[Stored entries]
● ● ● ● ●

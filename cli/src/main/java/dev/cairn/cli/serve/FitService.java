package dev.cairn.cli.serve;

import dev.cairn.models.Cairn;
import dev.cairn.models.FitOptions;
import dev.cairn.models.FitOutcome;
import dev.cairn.models.InputException;
import dev.cairn.models.ResultWriter;
import dev.cairn.models.spec.Spec;
import dev.cairn.models.spec.SpecReader;
import java.nio.charset.StandardCharsets;
import java.security.SecureRandom;
import java.util.ArrayList;
import java.util.Comparator;
import java.util.HexFormat;
import java.util.List;
import java.util.Locale;
import java.util.Map;
import java.util.concurrent.ArrayBlockingQueue;
import java.util.concurrent.BlockingQueue;
import java.util.concurrent.CancellationException;
import java.util.concurrent.ConcurrentHashMap;
import java.util.concurrent.Executors;
import java.util.concurrent.RejectedExecutionException;
import java.util.concurrent.ScheduledExecutorService;
import java.util.concurrent.ScheduledFuture;
import java.util.concurrent.SynchronousQueue;
import java.util.concurrent.ThreadPoolExecutor;
import java.util.concurrent.TimeUnit;
import java.util.concurrent.atomic.AtomicInteger;

/**
 * The fits behind {@code cairn serve}, without HTTP: a spec is checked on the caller's thread (so bad input
 * is answered at once), then queued for one of a fixed number of runners; a full queue refuses it with a
 * suggested wait. A running fit is stopped at the time limit. Finished answers are kept for a while (and
 * written to the store, when there is one), then forgotten oldest first.
 */
final class FitService implements AutoCloseable {
    /** The queue is full: ask again after {@code retryAfterSeconds}. */
    static final class Busy extends RuntimeException {
        final long retryAfterSeconds;

        Busy(long retryAfterSeconds, String message) {
            super(message);
            this.retryAfterSeconds = retryAfterSeconds;
        }
    }

    private final ServiceSettings settings;
    private final DataAccess access;
    private final ResultStore store;
    private final ThreadPoolExecutor runners;
    private final ScheduledExecutorService clock;
    private final Map<String, FitJob> jobs = new ConcurrentHashMap<>();
    private final Map<String, Runnable> waiting = new ConcurrentHashMap<>();
    private final AtomicInteger runningNow = new AtomicInteger();
    private final SecureRandom ids = new SecureRandom();
    private volatile double meanSeconds = Double.NaN; // of recent fits (a moving average), for Retry-After

    FitService(ServiceSettings settings) {
        this.settings = settings;
        this.access = DataAccess.of(settings.dataRoot());
        this.store = settings.store() == null ? null : ResultStore.open(settings.store());
        BlockingQueue<Runnable> queue = settings.queued() == 0 ? new SynchronousQueue<>()
                : new ArrayBlockingQueue<>(settings.queued());
        AtomicInteger n = new AtomicInteger();
        this.runners = new ThreadPoolExecutor(settings.running(), settings.running(), 0, TimeUnit.SECONDS, queue,
                r -> daemon(r, "cairn-fit-" + n.incrementAndGet()));
        this.clock = Executors.newSingleThreadScheduledExecutor(r -> daemon(r, "cairn-service-clock"));
        if (store != null) {
            for (ResultStore.Stored s : store.readAll()) {
                jobs.put(s.id(), FitJob.finished(s.id(), s.finishedMillis(), s.answer()));
            }
        }
        long sweepMillis = Math.max(100, Math.min(10_000, settings.keepFor().toMillis() / 4));
        clock.scheduleWithFixedDelay(this::forgetOld, 0, sweepMillis, TimeUnit.MILLISECONDS);
    }

    private static Thread daemon(Runnable r, String name) {
        Thread t = new Thread(r, name);
        t.setDaemon(true);
        return t;
    }

    ServiceSettings settings() {
        return settings;
    }

    /**
     * Checks a spec and queues its fit.
     *
     * @param body the spec's JSON text
     * @return the queued fit
     * @throws InputException naming the field of a bad spec, or a limit it passes
     * @throws Busy           when every runner is busy and the queue is full
     */
    FitJob submit(String body) {
        Spec spec = SpecReader.parse(body, "request");
        if (spec.data() != null && spec.data().rows() != null && spec.data().rows().size() > settings.maxRows()) {
            throw new InputException(String.format(Locale.ROOT, "/data/rows: %,d inline rows, more than the %,d this "
                    + "service takes (--max-rows)", spec.data().rows().size(), settings.maxRows()));
        }
        access.check(spec.tree());
        FitJob job = new FitJob(newId(), System.currentTimeMillis(), settings.maxKeptValues());
        Runnable task = () -> run(job, spec);
        jobs.put(job.id, job);
        waiting.put(job.id, task);
        try {
            runners.execute(task);
        } catch (RejectedExecutionException e) {
            jobs.remove(job.id);
            waiting.remove(job.id);
            long after = retryAfterSeconds();
            throw new Busy(after, String.format(Locale.ROOT, "every runner is busy and %d fits are waiting (--running %d, "
                    + "--queued %d); ask again in about %d s", settings.queued(), settings.running(), settings.queued(), after));
        }
        return job;
    }

    private String newId() {
        byte[] b = new byte[16];
        ids.nextBytes(b);
        return HexFormat.of().formatHex(b);
    }

    /** About how long until a queue slot frees: the queue ahead, over the runners, at the recent mean fit time. */
    private long retryAfterSeconds() {
        if (Double.isNaN(meanSeconds)) {
            return 1; // no fit has finished yet to tell how long they take; asking again is cheap
        }
        double ahead = (runners.getQueue().size() + (double) runningNow.get()) / settings.running();
        return Math.max(1, Math.min(3600, (long) Math.ceil(ahead * meanSeconds)));
    }

    private void run(FitJob job, Spec spec) {
        if (waiting.remove(job.id) == null || job.cancellation.isCancelled()) {
            return; // deleted while it waited
        }
        runningNow.incrementAndGet();
        job.running();
        long start = System.nanoTime();
        ScheduledFuture<?> limit = clock.schedule(job::timeUp, settings.timeLimit().toMillis(), TimeUnit.MILLISECONDS);
        FitJob.State state;
        FitJob.Answer answer;
        try {
            FitOptions options = new FitOptions(job.progress(), job.cancellation, settings.threadsPerFit());
            FitOutcome outcome = Cairn.fit(spec, access.base(), options);
            state = FitJob.State.DONE;
            answer = new FitJob.Answer(200, ResultWriter.json(outcome.result()).getBytes(StandardCharsets.UTF_8));
        } catch (InputException e) {
            state = FitJob.State.FAILED;
            answer = new FitJob.Answer(400, ErrorBody.of(400, e.getMessage()));
        } catch (CancellationException e) {
            if (job.timedOut()) {
                state = FitJob.State.TIMED_OUT;
                String m = String.format(Locale.ROOT, "the fit ran past the time limit of %d s per fit (--time-limit) and "
                        + "was stopped; ask for fewer draws or a smaller table", settings.timeLimit().toSeconds());
                answer = new FitJob.Answer(503, ErrorBody.of(503, m));
            } else {
                state = FitJob.State.CANCELLED;
                answer = new FitJob.Answer(410, ErrorBody.of(410, "the fit was cancelled"));
            }
        } catch (OutOfMemoryError e) {
            state = FitJob.State.FAILED;
            answer = new FitJob.Answer(503, ErrorBody.of(503, "the fit needed more memory than the service has; ask "
                    + "for fewer draws or a smaller table"));
        } catch (RuntimeException e) {
            state = FitJob.State.FAILED;
            answer = new FitJob.Answer(500, ErrorBody.of(500, "internal error: " + e));
        } finally {
            limit.cancel(false);
            runningNow.decrementAndGet();
        }
        double took = (System.nanoTime() - start) / 1e9;
        meanSeconds = Double.isNaN(meanSeconds) ? took : 0.8 * meanSeconds + 0.2 * took;
        long now = System.currentTimeMillis();
        if (state != FitJob.State.CANCELLED && store != null && jobs.containsKey(job.id)) {
            try {
                store.write(job.id, answer, now);
            } catch (java.io.UncheckedIOException e) {
                answer = new FitJob.Answer(500, ErrorBody.of(500, e.getMessage()));
            }
        }
        job.finish(state, answer, now);
        forgetOld();
    }

    /**
     * @param id a fit's id
     * @return the fit, or null when there is none of that id (never was, deleted, or forgotten)
     */
    FitJob get(String id) {
        return jobs.get(id);
    }

    /**
     * Cancels a fit that has not finished, and forgets it (and its stored answer) either way.
     *
     * @param id a fit's id
     * @return the fit as it was, or null when there is none of that id
     */
    FitJob delete(String id) {
        FitJob job = jobs.remove(id);
        if (job == null) {
            return null;
        }
        Runnable task = waiting.remove(id);
        if (task != null) {
            runners.remove(task);
            job.finish(FitJob.State.CANCELLED, new FitJob.Answer(410, ErrorBody.of(410, "the fit was cancelled")),
                    System.currentTimeMillis());
        }
        job.cancellation.cancel();
        if (store != null) {
            store.delete(id);
        }
        return job;
    }

    /** {@return fits running now} */
    int running() {
        return runningNow.get();
    }

    /** {@return fits waiting for a runner} */
    int queued() {
        return runners.getQueue().size();
    }

    /** {@return finished answers kept} */
    int kept() {
        int n = 0;
        for (FitJob j : jobs.values()) {
            if (j.state().finished()) {
                n++;
            }
        }
        return n;
    }

    /** Forgets finished answers past the keeping time, then the oldest beyond the count and byte limits. */
    synchronized void forgetOld() {
        long now = System.currentTimeMillis();
        List<FitJob> finished = new ArrayList<>();
        for (FitJob j : jobs.values()) {
            if (j.state().finished() && j.answerNow() != null) {
                finished.add(j);
            }
        }
        finished.sort(Comparator.comparingLong(FitJob::finishedMillis));
        long bytes = 0;
        for (FitJob j : finished) {
            bytes += j.answerNow().body().length;
        }
        int count = finished.size();
        for (FitJob j : finished) {
            boolean old = now - j.finishedMillis() > settings.keepFor().toMillis();
            if (!old && count <= settings.keepCount() && bytes <= settings.keepBytes()) {
                break;
            }
            if (jobs.remove(j.id, j)) {
                count--;
                bytes -= j.answerNow().body().length;
                if (store != null) {
                    store.delete(j.id);
                }
            }
        }
    }

    @Override
    public void close() {
        for (FitJob j : jobs.values()) {
            j.cancellation.cancel();
        }
        runners.shutdownNow();
        clock.shutdownNow();
        try {
            runners.awaitTermination(10, TimeUnit.SECONDS);
        } catch (InterruptedException e) {
            Thread.currentThread().interrupt();
        }
    }
}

● ● ● ● ●

# WHAT IS BEING ASKED:
Among the lines above, return each one holding the string "RuntimeException".

# ANSWER FOR THE TASK:
    static final class Busy extends RuntimeException {
        } catch (RuntimeException e) {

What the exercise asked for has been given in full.